‘I have learned how to be content.’ Philippians 4:11 NLT
When you aim to grow personally and achieve things in life, these are commendable goals. But when you covet what someone else has or want to be just like them, you’re entering into territory that’s forbidden by Scripture. Contentment does not mean you should become complacent or settle for mediocrity and fail to achieve your God-given potential in life. Not at all! You’re supposed to work to improve yourself, while at the same time remaining totally dependent on God (see 2 Corinthians 3:5).
Self-sufficiency means to be ‘sufficient in one’s self’ instead of putting your faith in God’s assistance. Contentment, on the other hand, is to know with certainty and firm conviction that God is able to meet your every need (see Philippians 4:19). When you understand that truth, you don’t have to covet anyone else’s position, property, possessions, or personality. Why? Because you’re assured that all you presently have, and all you are today, is more than enough in the hands of God.
Whatever you need to do to fulfill His will, you can do, not in your own strength but in the strength and power of Christ who dwells within your innermost being.

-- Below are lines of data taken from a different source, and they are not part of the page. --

//! The SVG preview is well-formed XML, covers the part, draws each solved ellipse exactly, shows
//! every cut and plunge point, and renders (resvg) with the tool paths and ellipses in place.

use conicut::chain::{Bay, InnerBoundary, InnerShape, Part};
use conicut::fit::FittedCut;
use conicut::geom::{ArcSegment, Ellipse, Point, Segment};
use conicut::geom::{Contour, Element};
use conicut::plan::{CutSide, FeatureKind};
use conicut::preview::{PreviewInput, preview_svg};
use resvg::tiny_skia;
use resvg::usvg;
use resvg::usvg::roxmltree;
use std::f64::consts::{FRAC_PI_2, PI, TAU};

const TOOL: f64 = 6.0;

fn line(a: Point, b: Point) -> Element {
    Element::Line(Segment::new(a, b))
}

/// A 200 × 120 plate whose top-right corner is rounded with a quarter circle of radius 20
/// (counter-clockwise), with a circular hole of radius 8 at (170, 25).
fn plate() -> Part {
    let corner = ArcSegment {
        centre: Point::new(180.0, 100.0),
        radius: 20.0,
        start_angle: 0.0,
        sweep: FRAC_PI_2,
    };
    let outline = Contour::new(
        vec![
            line(Point::new(0.0, 0.0), Point::new(200.0, 0.0)),
            line(Point::new(200.0, 0.0), Point::new(200.0, 100.0)),
            Element::Arc(corner),
            line(Point::new(180.0, 120.0), Point::new(0.0, 120.0)),
            line(Point::new(0.0, 120.0), Point::new(0.0, 0.0)),
        ],
        "CUT",
        vec![],
    )
    .unwrap();
    let hole = InnerBoundary {
        name: "hole 1".into(),
        layer: "CUT".into(),
        shape: InnerShape::Contour(
            Contour::new(
                vec![Element::Arc(ArcSegment::circle(
                    Point::new(170.0, 25.0),
                    8.0,
                ))],
                "CUT",
                vec![],
            )
            .unwrap(),
        ),
    };
    let bay = Bay::new(
        "bay 1",
        "BAY",
        &[
            Point::new(10.0, 10.0),
            Point::new(150.0, 10.0),
            Point::new(140.0, 110.0),
            Point::new(20.0, 105.0),
        ],
        &[],
    )
    .unwrap();
    Part {
        outline: Some(outline),
        holes: vec![hole],
        bays: vec![bay],
        warnings: vec![],
        notes: vec![],
        layers: vec![],
    }
}

fn opening() -> Ellipse {
    Ellipse::new(Point::new(80.0, 58.0), 55.0, 35.0, 20f64.to_radians()).unwrap()
}

/// The tool-centre path of an inside cut: the inward parallel curve at the tool radius, sampled.
fn cut_for(name: &str, e: &Ellipse) -> FittedCut {
    let n = 96;
    let path: Vec<Point> = (0..=n)
        .map(|i| e.inward_offset_point(i as f64 * TAU / n as f64, TOOL / 2.0))
        .collect();
    FittedCut::from_points(
        name,
        FeatureKind::Opening,
        CutSide::Inside,
        e.centre(),
        &path,
        0.05,
        0.03,
    )
}

fn hole_cut() -> FittedCut {
    let path: Vec<Point> = (0..=48)
        .map(|i| {
            let t = i as f64 * TAU / 48.0;
            Point::new(170.0 + 5.0 * t.cos(), 25.0 + 5.0 * t.sin())
        })
        .collect();
    FittedCut::from_points(
        "hole 1",
        FeatureKind::Hole,
        CutSide::Inside,
        Point::new(170.0, 25.0),
        &path,
        0.05,
        0.01,
    )
}

struct Fixture {
    part: Part,
    ellipses: Vec<(String, Ellipse)>,
    cuts: Vec<FittedCut>,
}

fn fixture() -> Fixture {
    let e = opening();
    Fixture {
        part: plate(),
        ellipses: vec![("bay 1".into(), e)],
        cuts: vec![cut_for("bay 1", &e), hole_cut()],
    }
}

fn render_input(f: &Fixture) -> String {
    preview_svg(&PreviewInput {
        title: "test plate <A&B>",
        part: &f.part,
        ellipses: &f.ellipses,
        cuts: &f.cuts,
        tool_diameter: TOOL,
        work_zero: "the drawing's origin",
    })
}

fn view_box(doc: &roxmltree::Document) -> [f64; 4] {
    let vb: Vec<f64> = doc
        .root_element()
        .attribute("viewBox")
        .expect("viewBox")
        .split_whitespace()
        .map(|s| s.parse().unwrap())
        .collect();
    [vb[0], vb[1], vb[2], vb[3]]
}

fn by_class<'a>(doc: &'a roxmltree::Document, class: &str) -> Vec<roxmltree::Node<'a, 'a>> {
    doc.descendants()
        .filter(|n| n.attribute("class") == Some(class))
        .collect()
}

/// Numbers of a path's `d`, commands dropped.
fn numbers(d: &str) -> Vec<f64> {
    d.split(|c: char| c.is_whitespace() || c == ',')
        .filter_map(|t| t.parse().ok())
        .collect()
}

Covetousness comes to us all naturally, but contentment must be learned. Paul writes: ‘I have learned how to be content with whatever I have. I know how to live on almost nothing or with everything. I have learned the secret of living in every situation, whether it is with a full stomach or empty, with plenty or little. For I can do everything through Christ, who gives me strength.’ (Philippians 4:11–13 NLT)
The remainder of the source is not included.